An extensive study by the European Broadcasting Union and the BBC highlights just how deeply inaccurate and untrustworthy “AI” news results really are.
↫ BBC’s study press release
- 45% of all AI answers had at least one significant issue.
- 31% of responses showed serious sourcing problems – missing, misleading, or incorrect attributions.
- 20% contained major accuracy issues, including hallucinated details and outdated information.
- Gemini performed worst with significant issues in 76% of responses, more than double the other assistants, largely due to its poor sourcing performance.
- Comparison between the BBC’s results earlier this year and this study show some improvements but still high levels of errors.
“AI” sucks even at its most basic function. It’s incredible how much money is being pumped into this scam, and how many people are wholeheartedly defending these bullshit generators as if their lives depended on it. If these tools can’t even summarise a text – something you learn in early primary school as a basic skill – how on earth are they supposed to perform more complex tasks like coding, making medical assessments, distinguish between a chips bag and a gun?
Maybe we deserve it.

This focuses on the wrong questions. AI is not a scam. It wouldn’t be so scary if it was.
I was reading Donald Knuth’s take on ChatGPT yesterday. Very interesting, and it linked to a very valid critique of AI:
https://www-cs-faculty.stanford.edu/~knuth/chatGPT20.txt
cheemosabe,
While it is refreshing to see Knuth, you should also look at the date of those “conversations”:
The language model landscape change significantly in those two years period. Not only the models are now much more refined, they now integrate with real life data sources, like Google Search, or Wikipedia for truthful results.
(This is called “retrieval augmented generation”)
For example, the third question:
After a lengthy exploration of different approaches, (Gemini, Google’s ChatGPT) concludes:
This means it can tap into not only a larger internal knowledge base, it can also look up what Mathematica is doing as well.
And these will only get better.
Basically, you have now several additional tools that make LLMs much more powerful
1 – Larger context sizes, and hence being able to “dump information”
2 – Tool calling (“get_temperature(), list_files()”)
3 – A combination of these, the “RAG” (Retrieval Augmented Generation), where results of web searches, wikipedia articles or other truthful sources are retrieved using standard Information Retrieval algorithms and fed into that context
4 – Better evals like MMLU
5 – “Thinking” being able to ingest information slowly, and ability to go back and fix responses before producing final output
Over time this only gets better. Yes, even those in Knuth’s early conversations with ChatGPT were quite good. But today you’d get more truthful answers.

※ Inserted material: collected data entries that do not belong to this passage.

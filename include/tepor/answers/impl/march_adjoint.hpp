#pragma once
// The adjoint of a recorded march, leg by leg from its end.

#include <tepor/answers/impl/march_replay.hpp>
#include <tepor/field/functional_slope.hpp>

namespace tepor::detail {

/// One leg's residual is E(T1) - E(T0) + sum over points of weight_k r(T_k): one point for a theta step, three for TR-BDF2.
class MarchAdjoint : public MarchReplay {
  public:
    MarchAdjoint(std::shared_ptr<const Model> model, const MarchTape& tape, Capacity capacity, const Quantity& quantity)
        : MarchReplay(std::move(model), tape, capacity), quantity_(quantity),
          sums_(*model_, model_->kernels->shape_at(0) != nullptr), nu_(all_, 0.0), before_(all_, 0.0) {}

    /// Value and slope at the end of leg `last`.
    double run_to(std::size_t last) {
        use(tape_.legs[last].values);
        const MarchTape::Leg& leg = tape_.legs[last];
        const TimeSpan now{leg.to, leg.to, 1.0};
        const Functional& f = functional();
        if (!f.reaction.unknown.empty())
            throw Error(ErrorCode::not_supported, quantity_.label(),
                        text("gradient: ", quantity_.label(),
                             " at an instant of a march holds a rate of change; ask gradient_of_integral"));
        const double value = evaluate(f, *model_, values(), work_, leg.T.data(), nullptr, now);
        temperature_slope(f, *model_, values(), work_, leg.T.data(), now, nu_.data());
        explicit_slope(f, quantity_, *model_, values(), work_, leg.T.data(), now, 1.0, sums_);
        backwards(last, false);
        return value;
    }

    /// Value and slope of the integral over all legs.
    double run_integral() {
        backwards(tape_.legs.size() - 1, true);
        return integral_;
    }

    [[nodiscard]] SlopeSums& sums() noexcept { return sums_; }

  private:
    void values_changed() override { functional_ = compile(*model_, values(), quantity_); }
    [[nodiscard]] const Functional& functional() const { return functional_; }

    /// y := K^T x at a point.
    void through_K(const LegPoint& at, const double* x, double* y) {
        if (!constant_) assemble_K(at.T.data(), at.span);
        multiply_transposed(K_, model_->unknowns, x, y);
    }

    /// b := -(M + a K(at))^-T b on the free unknowns, 0 on the rest.
    void solve(const LegPoint& at, double a, std::vector<double>& b) { solve_leg(at, a, b, true); }

    void backwards(std::size_t last, bool integral) {
        for (std::size_t i = last + 1; i-- > 0;) {
            const MarchTape::Leg& leg = tape_.legs[i];
            const std::vector<double>& T0 = i > 0 ? tape_.legs[i - 1].T : tape_.start;
            use(leg.values);
            if (leg.two_stages)
                two_stages(leg, T0, integral);
            else
                one_stage(leg, T0, integral);
            nu_.swap(before_);
        }
    }

    /// Slopes by the values prescribed at a time, with the given weights on them.
    void by_prescribed(double at, bool before, const std::vector<double>& weights) {
        if (model_->free == model_->unknowns) return;
        contract_prescribed(*model_, values(), {at, at, 1.0, before}, weights.data(), sums_);
    }

    void contract(const LegPoint& at, double factor, const std::vector<double>& lambda) {
        contract_slopes(*model_, values(), work_, {at.T.data(), lambda.data(), at.span, nullptr, factor}, sums_);
    }

    void contract_storage(const std::vector<double>& T1, const std::vector<double>& T0,
                          const std::vector<double>& lambda) {
        rise_.resize(all_);
        for (std::size_t u = 0; u < all_; ++u) rise_[u] = T1[u] - T0[u];
        contract_capacity(*model_, values(), work_, rise_.data(), lambda.data(), storage_->lumped_share(), sums_);
    }

    /// Adds `factor` times the quantity's own slope at a point to `row`; its value counts in the integral.
    void integrate(const LegPoint& at, double factor, std::vector<double>& row) {
        const Functional& f = functional();
        Functional plain = f;
        plain.reaction = {};
        integral_ += factor * evaluate(plain, *model_, values(), work_, at.T.data(), nullptr, at.span);
        std::vector<double> slope(all_, 0.0);
        temperature_slope(plain, *model_, values(), work_, at.T.data(), at.span, slope.data());
        for (std::size_t u = 0; u < all_; ++u) row[u] += factor * slope[u];
        explicit_slope(plain, quantity_, *model_, values(), work_, at.T.data(), at.span, factor, sums_);
    }

    void residual(const LegPoint& at, std::vector<double>& r) {
        r.resize(all_);
        Pass pass;
        pass.T = at.T.data();
        pass.time = at.span;
        pass.residual = r.data();
        assemble(*model_, values(), work_, pass);
        if (pass.fault) raise(pass.fault);
    }

    /// Value of the reactions' integral: w . (E(T1) - E(T0) + sum weight_k r_k).
    void integrate_reactions(const std::vector<double>& w, const std::vector<const LegPoint*>& points,
                             const std::vector<double>& T1, const std::vector<double>& T0) {
        std::vector<double> r;
        std::vector<double> d(all_);
        for (const LegPoint* p : points) {
            residual(*p, r);
            for (std::size_t u = 0; u < all_; ++u) integral_ += p->weight * w[u] * r[u];
        }
        for (std::size_t u = 0; u < all_; ++u) d[u] = T1[u] - T0[u];
        r.assign(all_, 0.0);
        storage_->multiply(d.data(), r.data());
        for (std::size_t u = 0; u < all_; ++u) integral_ += w[u] * r[u];
    }

    void one_stage(const MarchTape::Leg& leg, const std::vector<double>& T0, bool integral) {
        const double dt = leg.to - leg.from;
        const double theta = leg.theta;
        std::vector<double> from = T0;
        prescribed(leg.from, false, from);
        LegPoint at{std::vector<double>(all_), {leg.from, leg.to, theta}, dt};
        for (std::size_t u = 0; u < all_; ++u) at.T[u] = theta * leg.T[u] + (1.0 - theta) * from[u];
        std::vector<double> lambda(all_, 0.0);
        std::vector<double> by_leg(all_, 0.0); // slope by the temperature the weak form sees
        if (integral) {
            integrate(at, dt, by_leg);
            const Functional& f = functional();
            if (!f.reaction.unknown.empty()) {
                lambda = reaction_weights(f, *model_);
                integrate_reactions(lambda, {&at}, leg.T, T0);
            }
        }
        std::vector<double> product(all_);
        std::vector<double> stored(all_, 0.0);
        const auto gather = [&](const std::vector<double>& with) { // by_leg + dt K^T with; M with
            through_K(at, with.data(), product.data());
            storage_->multiply(with.data(), stored.data());
        };
        std::vector<double> b(all_);
        if (integral && !functional().reaction.unknown.empty())
            gather(lambda);
        else
            product.assign(all_, 0.0);
        for (std::size_t u = 0; u < all_; ++u) b[u] = nu_[u] + stored[u] + theta * (by_leg[u] + dt * product[u]);
        solve(at, theta * dt, b);
        for (std::size_t u = 0; u < all_; ++u) lambda[u] += b[u];
        gather(lambda);
        contract(at, dt, lambda);
        contract_storage(leg.T, T0, lambda);
        std::vector<double> to(all_);
        for (std::size_t u = 0; u < all_; ++u) {
            const double seen = by_leg[u] + dt * product[u];
            const bool free = as_id(u) < model_->free;
            before_[u] = free ? (1.0 - theta) * seen - stored[u] : -stored[u];
            to[u] = nu_[u] + stored[u] + theta * seen;
            product[u] = (1.0 - theta) * seen;
        }
        by_prescribed(leg.to, true, to);
        by_prescribed(leg.from, false, product);
    }

    void two_stages(const MarchTape::Leg& leg, const std::vector<double>& T0, bool integral) {
        constexpr double root2 = 1.41421356237309504880;
        const double dt = leg.to - leg.from;
        const double s = (1.0 - 0.5 * root2) * dt;
        const double w = 0.25 * root2 * dt;
        const double middle = leg.from + (2.0 - root2) * dt;
        LegPoint first{T0, {leg.from, leg.from, 1.0}, w};
        prescribed(leg.from, false, first.T);
        const LegPoint second{leg.stage, {middle, middle, 1.0}, w};
        const LegPoint third{leg.T, {leg.to, leg.to, 1.0, true}, s};
        std::vector<double> lambda1(all_, 0.0);
        std::vector<double> row0(all_, 0.0), row_g(all_, 0.0), row1(all_, 0.0);
        if (integral) {
            integrate(first, w, row0);
            integrate(second, w, row_g);
            integrate(third, s, row1);
            const Functional& f = functional();
            if (!f.reaction.unknown.empty()) {
                lambda1 = reaction_weights(f, *model_);
                integrate_reactions(lambda1, {&first, &second, &third}, leg.T, T0);
            }
        }
        std::vector<double> product(all_, 0.0);
        std::vector<double> stored(all_, 0.0);
        const auto add_K = [&](const LegPoint& at, double factor, const std::vector<double>& with,
                               std::vector<double>& to) {
            through_K(at, with.data(), product.data());
            for (std::size_t u = 0; u < all_; ++u) to[u] += factor * product[u];
        };
        // the end
        std::vector<double> b = nu_;
        add_K(third, s, lambda1, row1);
        storage_->multiply(lambda1.data(), stored.data());
        for (std::size_t u = 0; u < all_; ++u) b[u] += row1[u] + stored[u];
        solve(third, s, b);
        for (std::size_t u = 0; u < all_; ++u) lambda1[u] += b[u];
        add_K(third, s, b, row1);
        storage_->multiply(lambda1.data(), stored.data());
        std::vector<double> at_end(all_);
        for (std::size_t u = 0; u < all_; ++u) {
            at_end[u] = nu_[u] + row1[u] + stored[u];
            before_[u] = -stored[u];
        }
        // the stage
        add_K(second, w, lambda1, row_g);
        std::vector<double> lambda_g = row_g;
        solve(second, s, lambda_g);
        std::vector<double> mixed(all_);
        for (std::size_t u = 0; u < all_; ++u) mixed[u] = w * lambda1[u] + s * lambda_g[u];
        add_K(second, s, lambda_g, row_g);
        storage_->multiply(lambda_g.data(), stored.data());
        std::vector<double> at_stage(all_);
        for (std::size_t u = 0; u < all_; ++u) {
            at_stage[u] = row_g[u] + stored[u];
            before_[u] -= stored[u];
        }
        add_K(first, 1.0, mixed, row0);
        for (Index u = 0; u < model_->free; ++u) before_[as_size(u)] += row0[as_size(u)];
        contract(first, 1.0, mixed);
        contract(second, 1.0, mixed);
        contract(third, s, lambda1);
        contract_storage(leg.stage, T0, lambda_g);
        contract_storage(leg.T, T0, lambda1);
        by_prescribed(leg.to, true, at_end);
        by_prescribed(middle, false, at_stage);
        by_prescribed(leg.from, false, row0);
    }

    const Quantity& quantity_;
    SlopeSums sums_;
    std::vector<double> nu_;     // slope by the temperatures at the end of the leg in hand
    std::vector<double> before_; // at its start
    std::vector<double> rise_;
    Functional functional_;
    double integral_ = 0.0;
};

} // namespace tepor::detail
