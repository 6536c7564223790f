#pragma once
// Gradients of marches.

#include <cmath>
#include <tepor/answers/gradient_march.hpp>
#include <tepor/answers/impl/gradient.hpp>
#include <tepor/answers/impl/march_adjoint.hpp>

namespace tepor {

namespace detail {

inline const MarchTape& recorded(const March& march) {
    const MarchTape* tape = march.tape();
    if (!tape || (tape->legs.empty() && !tape->full))
        throw Error(ErrorCode::missing, "record",
                    "gradient: the march has not been recorded; say march.record() before the run");
    if (tape->full)
        throw Error(ErrorCode::too_large, "record",
                    text("gradient: not even checkpoints of the run fit the ",
                         static_cast<double>(tape->most_bytes) / 1048576.0,
                         " MB stated in march.record(); state more, or take fewer steps"));
    return *tape;
}

inline Gradient gradient_to(const March& march, const Quantity& quantity, std::size_t leg) {
    (void)recorded(march);
    MarchAdjoint adjoint(march, quantity);
    const double value = adjoint.run_to(leg);
    return finish_gradient(quantity, value, *march.shared_model(), adjoint.values(), adjoint.sums());
}

} // namespace detail

TEPOR_INLINE Gradient gradient(const March& march, const Quantity& quantity) {
    return detail::gradient_to(march, quantity, detail::recorded(march).legs.size() - 1);
}

TEPOR_INLINE Gradient gradient(const March& march, const Quantity& quantity, double time) {
    const detail::MarchTape& tape = detail::recorded(march);
    for (std::size_t i = 0; i < tape.legs.size(); ++i) {
        const detail::MarchTape::Leg& leg = tape.legs[i];
        if (std::abs(leg.to - time) <= 1e-9 * (leg.to - leg.from)) return detail::gradient_to(march, quantity, i);
    }
    throw Error(
        ErrorCode::no_answer, quantity.label(),
        detail::text("gradient: no step of the march ended at ", time, " s; let advance_to() or observe() land there"));
}

TEPOR_INLINE Gradient gradient_of_integral(const March& march, const Quantity& quantity) {
    (void)detail::recorded(march);
    detail::MarchAdjoint adjoint(march, quantity);
    const double value = adjoint.run_integral();
    return detail::finish_gradient(quantity, value, *march.shared_model(), adjoint.values(), adjoint.sums());
}

namespace detail {

/// A schedule of the body has an entry at this instant.
inline bool scheduled_at(const Model& model, double time) {
    bool found = false;
    const auto look = [&](const Coefficient& c) {
        if (!c.given() || c.value().kind() != Value::Kind::schedule) return;
        for (const ScheduleEntry& entry : c.value().schedule().entries())
            found = found || std::abs(entry.time - time) <= 1e-12 * std::abs(time);
    };
    for (const RegionModel& region : model.regions) {
        for (const Coefficient& k : region.k) look(k);
        for (const VolumeTerm& term : region.volume)
            for (const Coefficient* c : {&term.amount, &term.fluid, &term.extent}) look(*c);
    }
    for (const FaceModel& face : model.faces) {
        look(face.fixed);
        for (const FaceTerm& term : face.terms)
            for (const Coefficient* c : {&term.amount, &term.outside}) look(*c);
    }
    for (const ContactModel& contact : model.contacts) look(contact.amount);
    for (const LocalModel& local : model.locals) look(local.total);
    return found;
}

} // namespace detail

TEPOR_INLINE PeakGradient gradient_of_peak(const March& march, const Quantity& quantity) {
    const detail::MarchTape& tape = detail::recorded(march);
    detail::MarchAdjoint adjoint(march, quantity);
    std::size_t best = 0;
    double highest = -HUGE_VAL;
    double second = -HUGE_VAL;
    for (std::size_t i = 0; i < tape.legs.size(); ++i) {
        const double value = adjoint.value_at(i);
        if (value > highest) {
            second = highest;
            highest = value;
            best = i;
        } else if (value > second) {
            second = value;
        }
    }
    const bool tie = second > -HUGE_VAL && highest - second <= 1e-12 * std::abs(highest);
    return {detail::gradient_to(march, quantity, best), tape.legs[best].to,
            best == 0 || best + 1 == tape.legs.size() || tie ||
                detail::scheduled_at(*march.shared_model(), tape.legs[best].to)};
}

} // namespace tepor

Yes, they’ve advanced, and personally I really doubt they’ll reach a plateau. I do leave that possibility open, if only because, of the many far more intelligent people than me that I follow, a couple do think that LLMs are a dead-end (John Carmack, Rich Sutton). I highly doubt it though. I don’t see how someone can so easily dismiss the possibility of combining LLMs with something else like RL or GANs to greatly improve them. Even if they do plateau, there are so many interesting things that have been learned from LLMs and they seem such a rich source of further inquiry. Figuring out how ChatGPT generated that sonnet-haiku at Knuth’s request would be so interesting to me (using LLMs for model interpretability is one valuable output). Even the word2vec paper from 2013 is so interesting to think about, representing words as vectors and obtaining sister as brother-man+woman.
cheemosabe,
I think that “plateau” is already beyond human level.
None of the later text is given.